Pagi itu kami sarapan bersama. Ya, kami bertiga-aku, Mas Yoshua, dan Kenzo. Hal yang jarang terjadi sebenarnya, sebab biasanya Kenzo memang jarang sarapan pagi-setidaknya itu yang kutahu. Tapi kali ini, dia terlihat duduk di meja makan bersama kami, tampak lahap menyantap nasi goreng yang kubuatkan.
Diam-diam aku tersenyum senang melihatnya.
"Tumben kamu ikut sarapan pagi, Ken?" tanya Mas Yoshua. Agaknya ia juga sedikit heran melihat Kenzo yang kini duduk di meja makan untuk sarapan pagi bersama.

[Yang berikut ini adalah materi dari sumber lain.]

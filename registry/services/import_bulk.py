"""The import's batch path for new marks: the same checks and audit rows as the services, in batches.

``mark_create`` + ``position_propose`` + ``position_publish`` cost about thirty queries per row (a lock,
a constraint check per constraint, an audit row, the search-location refresh...), which made a
4,500-row file take two minutes. For marks that do not exist yet and whose status needs no later
step (active or retired), the import instead

1. validates every mark and position in Python exactly as those services do (the same input
   cleaning, text limits, ``full_clean`` field validation and position checks, with the same
   error codes), without a query per row;
2. inserts the marks, then their positions (already published: nothing published them before,
   so nothing is superseded), in batches of :data:`BATCH` rows;
3. writes the audit rows those services would have written, in the same order and with the same
   contents (``mark_create``; per position ``position_propose`` then ``position_publish``, whose
   ``before``/``after`` carry the search location as each publication moved it), through
   ``AuditEvent.objects.bulk_create``, which chains them under the chain's lock.

The database's own constraints still guard every insert (uniqueness, ranges, one published
position per mark and frame). If one refuses, the caller rolls the batch path back and runs the
same marks through the services one by one, which name the row that was refused.

Marks that exist (``update``) and marks the file makes destroyed or suspect go through the
services as before (their rules: versions, supersession, suspicion, signed documents out of date).
"""

from __future__ import annotations

from collections.abc import Callable, Iterable, Mapping
from types import SimpleNamespace
from typing import Any

from django.core.exceptions import ValidationError
from django.db import models
from django.utils import timezone

from registry.io.common import MarkRecord, RowError
from registry.models import AuditEvent, CheckStage, Mark, MarkStatus, MovementCheck, Position, PositionState
from registry.models.audit import chain_new_rows
from registry.services.audit import snapshot
from registry.services.import_report import service_errors
from registry.services.limits import check_text_limits
from registry.services.marks import mark_from_input
from registry.services.movement import movement_compare_many
from registry.services.movement_checks import check_summary, movement_check_values
from registry.services.positions import _parse_position
from registry.services.rows_insert import insert_rows

#: Rows per INSERT.
BATCH = 500
PUBLISH_NOTE = "published by import"


def batch_eligible(group: list[MarkRecord]) -> bool:
    """Whether a new mark's rows can take the batch path: no status step after its positions.

    A new mark's positions are in different frames (``check_rows_per_mark``), so none supersedes another;
    each is compared by the movement check with the one published just before it (the newest published
    position of the mark, ``registry.services.movement.comparison_target``), the first with nothing.
    """
    return group[0].mark.get("status") in (None, "", MarkStatus.ACTIVE, MarkStatus.RETIRED)


#: Field kinds whose ``clean()`` (to_python, choices, null and blank, validators) depends on the value alone.
_VALUE_ONLY = (models.CharField, models.TextField, models.FloatField, models.IntegerField, models.BooleanField)


class _CleanMemo:
    """``full_clean`` for the many new objects of a batch, leaving out what cannot fail or change.

    For the field kinds of :data:`_VALUE_ONLY`, a (field, value) that passed ``clean()`` unchanged once
    passes unchanged again, and a Python float in a float field without validators or choices always
    does: those fields are excluded from the next objects' ``full_clean``. Every other field, and the
    model's own ``clean()``, run as for a single object: the same rules and the same errors.
    """

    def __init__(self) -> None:
        self.passed: set[tuple[str, type, Any]] = set()

    def full_clean(self, obj: models.Model, exclude: tuple[str, ...] = ()) -> None:
        skip = list(exclude)
        checked = []
        for f in obj._meta.concrete_fields:
            if f.name in exclude or f.primary_key or not isinstance(f, _VALUE_ONLY):
                continue
            value = getattr(obj, f.attname)
            if type(value) is float and isinstance(f, models.FloatField) and not f.validators and not f.choices:
                skip.append(f.name)
                continue
            key = (f.name, type(value), value)
            try:
                known = key in self.passed
            except TypeError:  # not hashable: cleaned every time
                continue
            if known:
                skip.append(f.name)
            else:
                checked.append((f, key))
        # Uniqueness was checked for the whole file (one query); the database enforces it and the constraints.
        obj.full_clean(exclude=skip, validate_unique=False, validate_constraints=False)
        for f, key in checked:
            after = getattr(obj, f.attname)
            if type(after) is key[1] and after == key[2]:
                self.passed.add(key)


def _new_mark(group: list[MarkRecord], memo: _CleanMemo) -> Mark:
    """The unsaved mark of a group's first row, validated as ``mark_create`` validates it."""
    data = dict(group[0].mark)
    data.pop("suspect_since", None)
    data.pop("suspect_reason", None)
    mark = mark_from_input(data)
    memo.full_clean(mark)
    return mark


def _new_position(position_data: Mapping[str, Any], actor, memo: _CleanMemo) -> Position:
    """The unsaved position of a row, validated as ``position_propose`` validates it."""
    cleaned = _parse_position(dict(position_data))
    position = Position(created_by=actor, state=PositionState.PROPOSED, **cleaned)
    check_text_limits(position)
    # The actor was checked by require_ability; foreign keys are not looked up once per row.
    memo.full_clean(position, exclude=("mark", "created_by", "decided_by", "superseded_by"))
    return position


def _values(obj) -> dict[str, Any]:
    """The column values of a validated, unsaved model object."""
    return {f.attname: getattr(obj, f.attname) for f in obj._meta.concrete_fields if not f.primary_key}


def _event(
    actor, action: str, obj, mark: Mark, *, before=None, after=None, note: str = "", repr_: str = ""
) -> SimpleNamespace:
    """An audit row as ``services.audit.audit_record`` writes it (chained and inserted by the caller).

    ``before``/``after`` are built here from ``snapshot()`` and ``check_summary()`` values, which are
    JSON-safe already (``json_safe`` would give them back unchanged: the equivalence test compares).
    """
    return SimpleNamespace(
        at=None,
        actor_id=actor.pk if actor is not None else None,
        action=action,
        object_type=obj._meta.model_name,
        object_id=str(obj.pk),
        object_repr=(repr_ or str(obj))[:200],
        mark_id=mark.pk,
        before=before,
        after=after,
        note=note,
        seq=None,
        prev_hash="",
        row_hash="",
    )


def create_marks_in_batches(
    *,
    actor,
    groups: Iterable[tuple[str, list[MarkRecord]]],
    progress: Callable[[int], None] | None = None,
) -> tuple[list[str], int, list[RowError]]:
    """Create new marks and publish their positions in batches; call inside the import's transaction.

    Returns ``(created codes, positions published, row errors)``. With any row error nothing is
    written (the caller refuses the file). ``progress(rows)`` is called as rows are validated.
    """
    audit_actor = actor if getattr(actor, "is_authenticated", False) else None
    planned: list[tuple[Mark, list[tuple[MarkRecord, Position]]]] = []
    errors: list[RowError] = []
    memo = _CleanMemo()
    rows = 0
    for _code, group in groups:
        at = group[0]
        try:
            mark = _new_mark(group, memo)
            positions = []
            for record in group:
                at = record
                if record.position is not None:
                    positions.append((record, _new_position(record.position, actor, memo)))
        except ValidationError as exc:
            errors.extend(service_errors(exc, at))
            continue
        finally:
            rows += len(group)
            if progress is not None and rows % BATCH < len(group):
                progress(rows)
        planned.append((mark, positions))
    if errors:
        return [], 0, errors

    now = timezone.now()
    for mark, positions in planned:
        mark.created_at = mark.updated_at = now
        if positions:  # the latest publication gives the search location (written with the mark)
            last = positions[-1][1]
            mark.search_lat_deg, mark.search_lon_deg = last.lat_deg, last.lon_deg
    marks = [mark for mark, _ in planned]
    for mark, pk in zip(marks, insert_rows(Mark, [_values(mark) for mark in marks]), strict=True):
        mark.pk = pk
    mark_snapshots = {}
    # Positions are inserted proposed-then-published in one step: same row as propose + publish.
    all_positions = []
    for mark, positions in planned:
        # mark_create's snapshot is taken before any position is published: no search location yet
        mark_snapshots[mark.pk] = snapshot(mark) | {"search_lat_deg": None, "search_lon_deg": None}
        for _record, position in positions:
            position.mark = mark
            position.created_at = now
            position.state = PositionState.PUBLISHED
            position.decided_by = audit_actor
            position.decided_at = now
            all_positions.append(position)
    ids = insert_rows(Position, [_values(position) for position in all_positions])
    for position, pk in zip(all_positions, ids, strict=True):
        position.pk = pk
    # The movement checks the position services store on proposing and on publishing. Each position of a new
    # mark is compared with the one published before it (the mark's newest; other frames, as the file holds
    # one position per frame), the first with nothing; both stages compare the same two positions.
    stages = (CheckStage.PROPOSED, CheckStage.PUBLISHED)
    pairs: list[tuple[Position, Position | None]] = []
    for _mark, positions in planned:
        previous: Position | None = None
        for _record, position in positions:
            pairs.append((position, previous))
            previous = position
    check_rows: list[dict[str, Any]] = []
    for outcome in movement_compare_many(pairs):
        values = movement_check_values(outcome=outcome, stage=stages[0], actor=actor)
        values["position_id"] = values.pop("position").pk
        compared_with = values.pop("compared_with")
        values["compared_with_id"] = compared_with.pk if compared_with is not None else None
        created_by = values.pop("created_by")
        values["created_by_id"] = created_by.pk if created_by is not None else None
        values["created_at"] = now
        check_rows.extend([values, values | {"stage": stages[1]}])
    check_ids = insert_rows(MovementCheck, check_rows)
    summaries = {}
    for values, pk in zip(check_rows, check_ids, strict=True):
        summaries[(values["position_id"], values["stage"])] = check_summary(
            SimpleNamespace(pk=pk, **({"statistic": None, "p_value": None} | values))
        )

    events: list[SimpleNamespace] = []
    for mark, positions in planned:
        events.append(_event(audit_actor, "mark_create", mark, mark, after=mark_snapshots[mark.pk]))
        lat = lon = None
        for _record, position in positions:
            proposed = snapshot(position) | {"state": PositionState.PROPOSED, "decided_by_id": None, "decided_at": None}
            proposed |= summaries[(position.pk, stages[0])]
            events.append(
                _event(
                    audit_actor,
                    "position_propose",
                    position,
                    mark,
                    after=proposed,
                    repr_=f"{position.mark_id}: EPSG:{position.frame_epsg} @ {position.epoch_yr:.3f} (proposed)",
                )
            )
            before: dict[str, Any] = {"state": PositionState.PROPOSED, "search_lat_deg": lat, "search_lon_deg": lon}
            lat, lon = position.lat_deg, position.lon_deg
            after = {
                "state": PositionState.PUBLISHED,
                "supersedes_id": None,
                "search_lat_deg": lat,
                "search_lon_deg": lon,
                **summaries[(position.pk, stages[1])],
            }
            events.append(
                _event(audit_actor, "position_publish", position, mark, before=before, after=after, note=PUBLISH_NOTE)
            )
    chain_new_rows(events)
    insert_rows(AuditEvent, [vars(event) for event in events])
    return [mark.code for mark in marks], len(all_positions), []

"Lagi pengen aja, Bang." Kenzo menyahut, tanpa mengalihkan pandangannya dari apa yang kini disantapnya.
"Nasi gorengnya enak? Kok kayaknya kamu lahap bener makannya?" Mas Yoshua kembali bertanya.
Kenzo hanya mengangguk, sedikit menyunggingkan senyumnya, hingga tatapan kami tanpa sengaja bertemu.
Aku pun balas tersenyum padanya, meski agak kikuk.
"Kak Ocha yang bikin." ucapan Kenzo selanjutnya membuatku sedikit tersedak. Untungnya tak ada yang menyadari hal itu.
Mas Yoshua tampak beralih menoleh padaku, "Kamu yang masakin nasi goreng buat Kenzo?" tanyanya.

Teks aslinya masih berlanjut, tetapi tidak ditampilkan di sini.